I'm working my way through Axler's "Linear Algebra Done Right" (3rd ed.), and I'm getting stuck on section 1.23, which says:
- If $S$ is a set, then $\textbf{F}^S$ denotes the set of functions from $S$ to $\textbf{F}$.
- For $f, g \in \textbf{F}^S$, the sum $f + g \in \textbf{F}^S$ is the function defined by $$(f + g)(x) = f(x) + g(x)$$ for all $x \in S$.
- For $\lambda \in \textbf{F}$ and $f \in \textbf{F}^S$, the product $\lambda f \in \textbf{F}^S$ is the function defined by $$(\lambda f)(x) = \lambda f(x)$$ for all $x \in S$.
As an example of the notation above, if $S$ is the interval [0,1] and $\textbf{F} = \textbf{R}$, then $\textbf{R}^{[0,1]}$ is the set of real-valued functions on the interval [0,1].
In the next paragraph, the author goes on to assert the following:
Our previous examples of vector spaces, $\textbf{F}^n$ and $\textbf{F}^\infty$, are special cases of the vector space $\textbf{F}^S$ because a list of length $n$ of numbers in $\textbf{F}$ can be thought of as a function from {1, 2, ..., $n$} to $\textbf{F}$ and a sequence of numbers in $\textbf{F}$ can be thought of as a function from the set of positive integers to $\textbf{F}$. In other words, we can think of $\textbf{F}^n$ as $\textbf{F}^{\{1,2,...,n\}}$ and we can think of $\textbf{F}^\infty$ as $\textbf{F}^{\{1,2,...\}}$.
It's at this point I get confused, due mostly to the example which relies on $\textbf{R}^{[0,1]}$. It seems to me that then number of elements in $\textbf{R}^{[0,1]}$ should be uncountably infinite and that I should be able to generate any value between $-\infty$ and $\infty$ from [0,1] using some member of $\textbf{R}^{[0,1]}$, which feels a whole lot like generating a point in $\textbf{R}^\infty$.
If that's the case, then what's the difference between a tuple generated from $\textbf{R}^{\{1,2,...,n\}}$ and one generated from $\textbf{R}^{\{1,2,...,n+1\}}$?

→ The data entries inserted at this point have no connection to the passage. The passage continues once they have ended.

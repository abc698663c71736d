import { type PairMeasure, ROW_EXEMPT, ROW_MET, ROW_SHORT, ROW_UNDER_FLOOR } from './evaluation.ts'
import { type PairModel, STATES, type SystemSettings, type Use } from './model.ts'
import { combinationsOf } from './pair-states.ts'
import { type ResolvedSystem, type ResolvedToken, STATE_COUNT } from './resolved.ts'
import {
  type MeasuredStack,
  stackRatio,
  toUnderlay,
  translucentOver,
  type Underlay,
  wideOver,
} from './stack-ratio.ts'
import { effectiveLevel, kindOf, requiredRatio } from './uses.ts'

const DISABLED = STATES.indexOf('disabled')
const UNMOVED = { foreground: 0, background: 0 }
const NONE = new Float64Array(0)

/** Why a row is exempt: by declaration, or because the state is disabled. */
export function exemptionOf(pair: PairModel, combination: number): string | undefined {
  if (pair.exempt !== undefined) return pair.exempt.kind
  if (Math.floor(combination / STATE_COUNT) === DISABLED) return 'disabled'
  const isOneComponent = pair.relation === 'together' && pair.use !== 'link-in-text'
  return isOneComponent && combination % STATE_COUNT === DISABLED ? 'disabled' : undefined
}

/** Whether the foreground is measured as it lies on the background, or each side on the backdrop. */
export function isLaidOn(use: Use): boolean {
  return use !== 'link-in-text' && use !== 'focus-adjacent'
}

/** What a row must reach to keep its verdict; undefined where nothing can fail. */
export function thresholdOf(
  exemption: string | undefined,
  required: number,
  settings: SystemSettings,
): number | undefined {
  if (exemption === undefined) return required
  const isDisabled = exemption === 'disabled' || exemption === 'inactive'
  return isDisabled ? settings.disabledFloor : undefined
}

/** What a pair asks for in a theme: the highest of its use's ratio, the levels that hold, and its minimum. */
export function requiredIn(resolved: ResolvedSystem, pair: PairModel, theme: number): number {
  const { settings, themes } = resolved.model
  const level = effectiveLevel(settings.level, themes[theme]!.level, pair.level)
  return Math.max(requiredRatio(pair.use, level), pair.minimum ?? 0)
}

function underlayIn(resolved: ResolvedSystem, pair: PairModel, theme: number): Underlay {
  const restOf = (id: string) => tokenOf(resolved, id).cells[theme * STATE_COUNT]!.color.rendered
  const isUnknown = pair.backdrop === 'unknown'
  const backdrop = pair.backdrop === 'unknown' ? [] : pair.backdrop
  const layers = [resolved.model.themes[theme]!.ground, ...backdrop].map(restOf)
  return toUnderlay(isUnknown ? [] : layers, isUnknown)
}

/** A resolved model has every token that its pairs name. */
function tokenOf(resolved: ResolvedSystem, id: string): ResolvedToken {
  return resolved.tokens.get(id)!
}

/** The columns of a pair while they are filled. */
interface Columns {
  readonly srgb: Float64Array
  readonly p3: Float64Array
  readonly ratio: Float64Array
  readonly status: Uint8Array
  readonly tight: Uint8Array
}

function createColumns(rows: number, settings: SystemSettings): Columns {
  const srgb = new Float64Array(rows)
  return {
    srgb,
    p3: settings.p3 ? new Float64Array(rows) : NONE,
    ratio: settings.p3 && settings.p3Gates ? new Float64Array(rows) : srgb,
    status: new Uint8Array(rows),
    tight: new Uint8Array(rows),
  }
}

/** The ratio that decides: the lower of the two where P3 gates. */
export function gatingRatio(srgb: number, p3: number, settings: SystemSettings): number {
  return settings.p3Gates && p3 < srgb ? p3 : srgb
}

/** Whether the pair shows a layer that leaves sRGB or is translucent. */
export function isWide(stack: MeasuredStack): boolean {
  const under = wideOver(stack.background, stack.underlay.isWide)
  return under || wideOver(stack.foreground, stack.isLaidOn ? under : stack.underlay.isWide)
}

const moved = { foreground: 0, background: 0 }

/** Whether the verdict flips when each side moves by one level for each translucent layer seen on it. */
function isTight(
  stack: MeasuredStack,
  aim: { readonly meets: boolean; readonly threshold: number; readonly withP3: boolean },
): boolean {
  const under = translucentOver(stack.background, stack.underlay.translucent)
  const below = stack.isLaidOn ? under : stack.underlay.translucent
  const over = translucentOver(stack.foreground, below)
  if (over === 0 && under === 0) return false
  for (let corner = 0; corner < 4; corner++) {
    moved.foreground = corner & 1 ? over : -over
    moved.background = corner & 2 ? under : -under
    const srgb = stackRatio(stack, 'srgb', moved)
    const lower = aim.withP3 ? Math.min(srgb, stackRatio(stack, 'p3', moved)) : srgb
    if (lower >= aim.threshold !== aim.meets) return true
  }
  return false
}

/** What one row is measured from. Mutable: one object serves all rows of a pair. */
interface RowTask {
  readonly settings: SystemSettings
  readonly stack: MeasuredStack
  required: number
  exemption: string | undefined
}

function measureRow(columns: Columns, row: number, task: RowTask): void {
  const { stack, settings, exemption, required } = task
  const srgb = stackRatio(stack, 'srgb', UNMOVED)
  const withP3 = settings.p3 && isWide(stack)
  const p3 = withP3 ? stackRatio(stack, 'p3', UNMOVED) : Number.NaN
  const ratio = gatingRatio(srgb, p3, settings)
  columns.srgb[row] = srgb
  if (settings.p3) columns.p3[row] = p3
  columns.ratio[row] = ratio
  const threshold = thresholdOf(exemption, required, settings)
  const meets = threshold === undefined || ratio >= threshold
  const isExempt = exemption !== undefined
  columns.status[row] = meets
    ? isExempt
      ? ROW_EXEMPT
      : ROW_MET
    : isExempt
      ? ROW_UNDER_FLOOR
      : ROW_SHORT
  if (threshold === undefined) return
  const aim = { meets, threshold, withP3: withP3 && settings.p3Gates }
  columns.tight[row] = isTight(stack, aim) ? 1 : 0
}

function fillRows(
  resolved: ResolvedSystem,
  columns: Columns,
  measure: Pick<PairMeasure, 'pair' | 'themes' | 'combinations' | 'required'>,
): void {
  const { pair, themes, combinations, required } = measure
  const foreground = tokenOf(resolved, pair.foreground).cells
  const background = tokenOf(resolved, pair.background).cells
  const exemptions = combinations.map((combination) => exemptionOf(pair, combination))
  for (let at = 0; at < themes.length; at++) {
    const first = themes[at]! * STATE_COUNT
    const task: RowTask = {
      settings: resolved.model.settings,
      stack: {
        foreground: foreground[first]!.color.rendered,
        background: background[first]!.color.rendered,
        underlay: underlayIn(resolved, pair, themes[at]!),
        isLaidOn: isLaidOn(pair.use),
      },
      required: required[at]!,
      exemption: undefined,
    }
    for (let place = 0; place < combinations.length; place++) {
      const combination = combinations[place]!
      const bg = combination % STATE_COUNT
      const fg = (combination - bg) / STATE_COUNT
      task.stack.foreground = foreground[first + fg]!.color.rendered
      task.stack.background = background[first + bg]!.color.rendered
      task.exemption = exemptions[place]
      measureRow(columns, at * combinations.length + place, task)
    }
  }
}

/** Measures a pair in each of its themes and fg/bg states. */
export function measurePair(resolved: ResolvedSystem, pair: PairModel): PairMeasure {
  const themes = resolved.model.themes.flatMap((theme, position) =>
    pair.themes === undefined || pair.themes.includes(theme.id) ? [position] : [],
  )
  const combinations = combinationsOf(pair, {
    foreground: tokenOf(resolved, pair.foreground).states,
    background: tokenOf(resolved, pair.background).states,
  })
  const required = themes.map((theme) => requiredIn(resolved, pair, theme))
  const columns = createColumns(themes.length * combinations.length, resolved.model.settings)
  fillRows(resolved, columns, { pair, themes, combinations, required })
  return { pair, kind: kindOf(pair.use), themes, combinations, required, ...columns }
}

I think my difficulty lies in not understanding implicit restrictions on the notation. The answer to this specific sub-question may be a shortcut to understanding: Suppose I'm trying to think of a particular point in $(x,y,z)\epsilon\textbf{R}^3$ as $\textbf{R}^{\{1,2,3\}}$ where $f,g,h\epsilon\textbf{R}^{\{1,2,3\}}$. Must I think of that point in $\textbf{R}^3$ as $(f(1)=x, f(2)=y, f(3)=z)$, or can I think of it as $(f(1)=x, g(2)=y, h(3)=z)$?